Google Finally Stops Playing Mute On Net Neutrality, Says New Rules Won't Hurt Google Fiber In The Slightest
from the NOW-you-lend-a-hand? dept
While Google was a major player in the net neutrality fight early on, the company performed a stark about-face on the issue sometime around 2010. Google was responsible for co-writing the FCC’s original, wimpy net neutrality rules alongside AT&T and Verizon, which were jam-packed with loopholes and ensured that wireless networks and devices weren’t covered at all. When called out on this, Google pretty feebly insisted they weren’t being inconsistent, though it was clear to most folks that the company had shifted lobbying strategies in the hopes of fostering a better relationship across both sides of the political aisle.
As a result, when net neutrality supporters needed Google the most during the Title II debate, Google remained silent. Recently, when asked about net neutrality during press events, the company simply refused to comment.

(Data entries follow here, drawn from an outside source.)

"""A recipe's ensemble members: the ``members`` section expanded into one dict per member.

The section's schema (``MEMBER``, ``MEMBERS``) is part of the recipe format in
:mod:`initgen.config.recipe`; here are the rules a per-key schema cannot say: member names usable
as file names, generated names, signs, and an output template that names every member apart.
"""

from __future__ import annotations

import string
from pathlib import Path

from initgen.config.views import MemberSpec
from initgen.errors import InputError

MEMBER_TEMPLATE_FIELDS = ("member", "input_stem", "input_name")

_NAME_OK = frozenset("abcdefghijklmnopqrstuvwxyzABCDEFGHIJKLMNOPQRSTUVWXYZ0123456789-_.+")


def expand_members(data: dict) -> list[MemberSpec]:
    """The recipe's members (name, scale, sign, offset_K), in order; [] without a members section.

    A generated set (``scales`` x ``signs``) names each member ``<direction>-x<scale>``: the
    direction is ``warm``/``cold`` when every perturbation has a ``constant_K`` anomaly of one sign
    (so the name says which way the member moves the temperature), else ``plus``/``minus`` for
    sign +1/-1. Checks: names usable as file names, no duplicates, signs +1/-1, an output template
    that names every member apart, no donor anomalies (a member scales an anomaly; a blend has none).
    """
    mem = data.get("members")
    if not mem:
        return []
    for i, block in enumerate(data["perturbations"]):
        if block["anomaly"].get("donor"):
            raise InputError(f"recipe key perturbations[{i}].anomaly.donor: a donor blend cannot be scaled per "
                             "member; use constant_K, field or bias with members, or drop the members section", key=f"perturbations[{i}].anomaly.donor")
    if mem.get("list"):
        if mem.get("signs") is not None:
            raise InputError("recipe key members.signs: belongs to a generated set (scales); give each listed "
                             "member its own sign", key="members.signs")
        out = [dict(m) for m in mem["list"]]
        for i, m in enumerate(out):
            if m["sign"] not in (1, -1):
                raise InputError(f"recipe key members.list[{i}].sign: must be 1 or -1, got {m['sign']}", key=f"members.list[{i}].sign")
            _check_member_name(m["name"], f"members.list[{i}].name")
    else:
        signs = mem.get("signs") or [1, -1]
        for j, sg in enumerate(signs):
            if sg not in (1, -1):
                raise InputError(f"recipe key members.signs[{j}]: must be 1 or -1, got {sg}", key=f"members.signs[{j}]")
        consts = [b["anomaly"].get("constant_K") for b in data["perturbations"]]
        if all(c is not None and c > 0 for c in consts):
            label = {1: "warm", -1: "cold"}
        elif all(c is not None and c < 0 for c in consts):
            label = {1: "cold", -1: "warm"}
        else:
            label = {1: "plus", -1: "minus"}
        out, where = [], {}
        for i, sc in enumerate(mem["scales"]):
            for j, sg in enumerate(signs):
                name = f"{label[sg]}-x{float(sc)!r}"
                if name in where:
                    raise InputError(f"recipe key members.scales[{i}]: duplicate member name '{name}' "
                                     f"(same as {where[name]}); give every scale and sign once", key=f"members.scales[{i}]")
                where[name] = f"members.scales[{i}], members.signs[{j}]"
                out.append({"name": name, "scale": float(sc), "sign": int(sg), "offset_K": 0.0})
    _check_template(mem["output_template"], len(out))
    return [MemberSpec.of(m) for m in out]


def _check_member_name(name: str, key: str) -> None:
    if not set(name) <= _NAME_OK or name.startswith("."):
        raise InputError(f"recipe key {key}: member name {name!r} may hold only letters, digits, '-', '_', '.', "
                         "'+' and may not start with '.', because it names files and folders", key=key)


def _check_template(template: str, n_members: int) -> None:
    key = "members.output_template"
    try:
        fields = [f for _, f, _, _ in string.Formatter().parse(template) if f is not None]
    except ValueError as exc:
        raise InputError(f"recipe key {key}: {template!r} is not a valid template ({exc})", key=key) from None
    for f in fields:
        if f not in MEMBER_TEMPLATE_FIELDS:
            raise InputError(f"recipe key {key}: unknown field {{{f}}} in {template!r}; use "
                             + ", ".join("{" + k + "}" for k in MEMBER_TEMPLATE_FIELDS), key=key)
    if n_members > 1 and "member" not in fields:
        raise InputError(f"recipe key {key}: {template!r} has no {{member}}, so the members would overwrite "
                         "each other; put {member} in the file or folder name", key=key)
    parts = Path(template).parts
    if Path(template).is_absolute() or ".." in parts or not parts:
        raise InputError(f"recipe key {key}: {template!r} must be a relative path inside the output folder "
                         "(no leading '/', no '..')", key=key)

Now that the Title II tide has shifted without Google’s help, the company has re-entered the discussion to once again support meaningful net neutrality rules. We noted a few weeks ago that Google told the FCC in a filing that Title-II based rules could actually help their Google Fiber deployment by streamlining the utility pole attachment process. Now in a conversation with the Washington Post, Google has made its clearest public statement in years regarding support for Title II net neutrality rules:
“The sort of open Internet rules that the [Federal Communications Commission] is currently discussing aren’t an impediment to those plans,” Google said in a statement, “and they didn’t impact our decision to invest in Fiber.”

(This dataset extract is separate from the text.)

"""Floor 3, configuration: the schema language and the recipe and layout formats (validation,
canonical hashing, members)."""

That’s of course in contrast with AT&T, Verizon, and Comcast, which continue to proclaim that if Title II neutrality rules are passed, they’ll stop investing in broadband networks and people will lose their jobs. Of course, the fact is AT&T and Verizon were already dramatically cutting back on fixed-line broadband investment and cutting those jobs anyway, and in many of the areas Google is now looking at for Google Fiber deployments. Again, Title II is only a worry for ISPs interested in abusing their gatekeeper position to make an extra buck, and that’s not Google Fiber’s MO as a disruptive new market entry looking to make friends.
Regardless and whatever the motivation, it’s nice to see Google join net neutrality supporters on the right side of the street again, even if it’s a day late and a dollar short.